**Aim of the exercise:** Print every line of the listing below, starting with the line that holds "GDAL raster driver" and going on through the line that holds "assert path.read_bytes() == before", both included, and print nothing else.

**Records shown:**

@pytest.mark.parametrize(
    ("name", "driver"),
    [("z.tif", "GTiff"), ("z.tiff", "GTiff"), ("z.asc", "AAIGrid"), ("z.img", "HFA")],
    ids=["tif", "tiff", "arc-ascii", "erdas-imagine"],
)
def test_driver_follows_the_extension(tmp_path, name, driver):
    spec = GridSpec(512_005.0, 5_001_365.0, 10.0, 53, 37)
    z = _grid()
    path = gdalio.write_raster(tmp_path / name, z, spec, "EPSG:32633", metadata={"CAUTION": "x"})
    ref = _reference(path)
    assert ref["driver"] == driver
    assert ref["gt"] == spec.geotransform
    # ASCII grid cells are printed as text (GDAL: shortest float32 text), the others binary float32
    np.testing.assert_allclose(ref["band"], np.where(np.isnan(z), -9999.0, z), rtol=1e-7, atol=0)
    assert pyproj.CRS(ref["wkt"]).equals("EPSG:32633", ignore_axis_order=True)
    assert not [p for p in tmp_path.iterdir() if p.name.startswith(".")]  # no temporary file left


def test_unknown_extension_is_refused(tmp_path):
    spec = GridSpec(0.5, 9.5, 1.0, 10, 10)
    with pytest.raises(OutputError, match=r"no GDAL raster driver writes '\.xyz9' files.*\.tif"):
        gdalio.write_raster(tmp_path / "z.xyz9", np.zeros(spec.shape), spec, "EPSG:32633")
    assert list(tmp_path.iterdir()) == []


@pytest.mark.parametrize(
    ("values", "kwargs", "message"),
    [
        (np.zeros((3, 3)), {}, r"shape \(3, 3\); the grid is \(10, 10\)"),
        (np.zeros((10, 10)), {"nodata": 0.1}, "not exactly representable as float32"),
    ],
    ids=["wrong-shape", "nodata-not-float32"],
)
def test_bad_input_is_refused_and_old_file_kept(tmp_path, values, kwargs, message):
    spec = GridSpec(0.5, 9.5, 1.0, 10, 10)
    path = gdalio.write_raster(tmp_path / "keep.tif", np.ones(spec.shape), spec, "EPSG:32633")
    before = path.read_bytes()
    with pytest.raises(OutputError, match=message):
        gdalio.write_raster(path, values, spec, "EPSG:32633", **kwargs)
    assert path.read_bytes() == before
    assert [p.name for p in tmp_path.iterdir()] == ["keep.tif"]


def test_reader_gives_the_grid_spec_of_a_north_up_raster(tmp_path):
    spec = GridSpec(100.25, 200.75, 0.5, 7, 5)
    path = gdalio.write_raster(tmp_path / "s.tif", np.arange(35.0).reshape(5, 7), spec, None)
    back = gdalio.read_raster(path)
    assert back.spec == spec and back.crs is None
    np.testing.assert_array_equal(back.values, np.arange(35.0).reshape(5, 7))
    got_spec, values, crs = gdalio.read_grid(path)
    assert got_spec == spec and crs is None and values[0, 0] == 0.0  # row 0 is the north row


def test_grid_reader_refuses_non_square_cells(tmp_path):
    from rockhead.core.errors import GeoreferenceError

    path = tmp_path / "rect.tif"
    if gdalio.engine() == "pypi":
        import rasterio
        from rasterio.transform import Affine

        with rasterio.open(
            path,
            "w",
            driver="GTiff",
            width=4,
            height=3,
            count=1,
            dtype="float32",
            transform=Affine(2.0, 0, 0, 0, -1.0, 3.0),
        ) as ds:
            ds.write(np.zeros((3, 4), "float32"), 1)
    else:
        from osgeo import gdal

        ds = gdal.GetDriverByName("GTiff").Create(str(path), 4, 3, 1, gdal.GDT_Float32)
        ds.SetGeoTransform((0.0, 2.0, 0.0, 3.0, 0.0, -1.0))
        ds = None
    assert gdalio.read_raster(path).dx == 2.0  # read as it is ...
    with pytest.raises(GeoreferenceError, match="north-up square cells"):
        gdalio.read_grid(path)  # ... but not taken for a GridSpec


_WRITE_ON_OTHER = """
import sys, numpy as np
from rockhead.core.formats import gdalio
from rockhead.core.grid import GridSpec
rng = np.random.default_rng(11)
z = rng.normal(250.0, 5.0, (37, 53)).astype(np.float32).astype(float)
z[5:9, 2:7] = np.nan
gdalio.write_raster(sys.argv[1], z, GridSpec(512005.0, 5001365.0, 10.0, 53, 37), sys.argv[2],
                    metadata={"CAUTION": "written on the other stack"})
print(gdalio.engine())
"""

_READ_ON_OTHER = """
import sys, json, numpy as np
from rockhead.core.formats import gdalio
r = gdalio.read_raster(sys.argv[1])
v = r.values
print(json.dumps({"engine": gdalio.engine(), "spec": [r.spec.x0, r.spec.y0, r.spec.cell_size_m, r.spec.nx, r.spec.ny],
                  "nan": np.flatnonzero(np.isnan(v).ravel()).tolist(), "sum": float(np.nansum(v)),
                  "crs": r.crs.to_wkt(), "caution": r.metadata.get("CAUTION")}))
"""


@pytest.mark.parametrize("crs_text", ["EPSG:32618+5703", CUSTOM_TM_TOWGS84], ids=["compound", "towgs84"])
@pytest.mark.slow
def test_written_on_the_other_stack_read_here(tmp_path, run_on_other_stack, gdal_validate, crs_text):
    path = tmp_path / "other.tif"
    assert run_on_other_stack(_WRITE_ON_OTHER, path, crs_text).strip() == run_on_other_stack.engine
    gdal_validate(path)
    back = gdalio.read_raster(path)
    rng = np.random.default_rng(11)
    z = rng.normal(250.0, 5.0, (37, 53)).astype(np.float32).astype(float)
    z[5:9, 2:7] = np.nan
    assert back.spec == GridSpec(512005.0, 5001365.0, 10.0, 53, 37)
    np.testing.assert_array_equal(back.values, z)
    assert same_crs(back.crs, crs_text) and back.metadata["CAUTION"] == "written on the other stack"


@pytest.mark.parametrize("crs_text", ["EPSG:32618+5703", CUSTOM_TM_TOWGS84], ids=["compound", "towgs84"])
@pytest.mark.slow
def test_written_here_read_on_the_other_stack(tmp_path, run_on_other_stack, crs_text):
    z = _grid()
    spec = GridSpec(512_005.0, 5_001_365.0, 10.0, 53, 37)
    path = gdalio.write_raster(tmp_path / "here.tif", z, spec, crs_text, metadata={"CAUTION": "written here"})
    seen = json.loads(run_on_other_stack(_READ_ON_OTHER, path))
    assert seen["engine"] == run_on_other_stack.engine != gdalio.engine()
    assert seen["spec"] == [spec.x0, spec.y0, spec.cell_size_m, spec.nx, spec.ny]
    assert seen["nan"] == np.flatnonzero(np.isnan(z).ravel()).tolist()
    assert seen["sum"] == pytest.approx(float(np.nansum(z)), rel=1e-12)  # same float32 values, summed in float64
    assert same_crs(seen["crs"], crs_text) and seen["caution"] == "written here"


def test_engine_names_what_is_missing(monkeypatch):
    import builtins

    real_import = builtins.__import__

    def no_gdal(name, *args, **kwargs):
        if name.split(".")[0] in ("osgeo", "rasterio", "pyogrio"):
            raise ImportError(f"No module named '{name}'")
        return real_import(name, *args, **kwargs)

    monkeypatch.setattr(builtins, "__import__", no_gdal)
    monkeypatch.setattr("importlib.import_module", lambda name, package=None: no_gdal(name))
    from rockhead.core.errors import MissingDependencyError

    wanted = r"needs the Python package 'GDAL \(osgeo\) or rasterio and pyogrio'"
    with pytest.raises(MissingDependencyError, match=wanted):
        gdalio.engine()


def test_environment_is_not_left_changed(tmp_path):
    spec = GridSpec(0.5, 9.5, 1.0, 10, 10)
    before = dict(os.environ)
    gdalio.write_raster(tmp_path / "e.tif", np.zeros(spec.shape), spec, "EPSG:32633")
    assert dict(os.environ) == before


def test_check_engine_names_what_is_missing(monkeypatch):
    """The run's early check looks the packages up (find_spec, not an import) and says what engine() would say."""
    import importlib.util
    import sys

    from rockhead.core.errors import MissingDependencyError

    gdalio.check_engine()  # this machine has one (the other tests write through it)
    real_find_spec = importlib.util.find_spec
    monkeypatch.setattr(
        importlib.util,
        "find_spec",
        lambda name, *a: None if name.split(".")[0] in ("osgeo", "rasterio", "pyogrio") else real_find_spec(name, *a),
    )
    imported = []
    real_import = importlib.import_module

    def no_gdal(name, package=None):
        imported.append(name)
        if name.split(".")[0] in ("osgeo", "rasterio", "pyogrio") and name not in sys.modules:
            raise ImportError(f"No module named '{name}'")
        return real_import(name, package)

    monkeypatch.setattr("importlib.import_module", no_gdal)
    for name in [m for m in sys.modules if m.split(".")[0] in ("osgeo", "rasterio", "pyogrio")]:
        monkeypatch.delitem(sys.modules, name)
    wanted = r"needs the Python package 'GDAL \(osgeo\) or rasterio and pyogrio'"
    with pytest.raises(MissingDependencyError, match=wanted):
        gdalio.check_engine()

**Answer below:**
    with pytest.raises(OutputError, match=r"no GDAL raster driver writes '\.xyz9' files.*\.tif"):
        gdalio.write_raster(tmp_path / "z.xyz9", np.zeros(spec.shape), spec, "EPSG:32633")
    assert list(tmp_path.iterdir()) == []


@pytest.mark.parametrize(
    ("values", "kwargs", "message"),
    [
        (np.zeros((3, 3)), {}, r"shape \(3, 3\); the grid is \(10, 10\)"),
        (np.zeros((10, 10)), {"nodata": 0.1}, "not exactly representable as float32"),
    ],
    ids=["wrong-shape", "nodata-not-float32"],
)
def test_bad_input_is_refused_and_old_file_kept(tmp_path, values, kwargs, message):
    spec = GridSpec(0.5, 9.5, 1.0, 10, 10)
    path = gdalio.write_raster(tmp_path / "keep.tif", np.ones(spec.shape), spec, "EPSG:32633")
    before = path.read_bytes()
    with pytest.raises(OutputError, match=message):
        gdalio.write_raster(path, values, spec, "EPSG:32633", **kwargs)
    assert path.read_bytes() == before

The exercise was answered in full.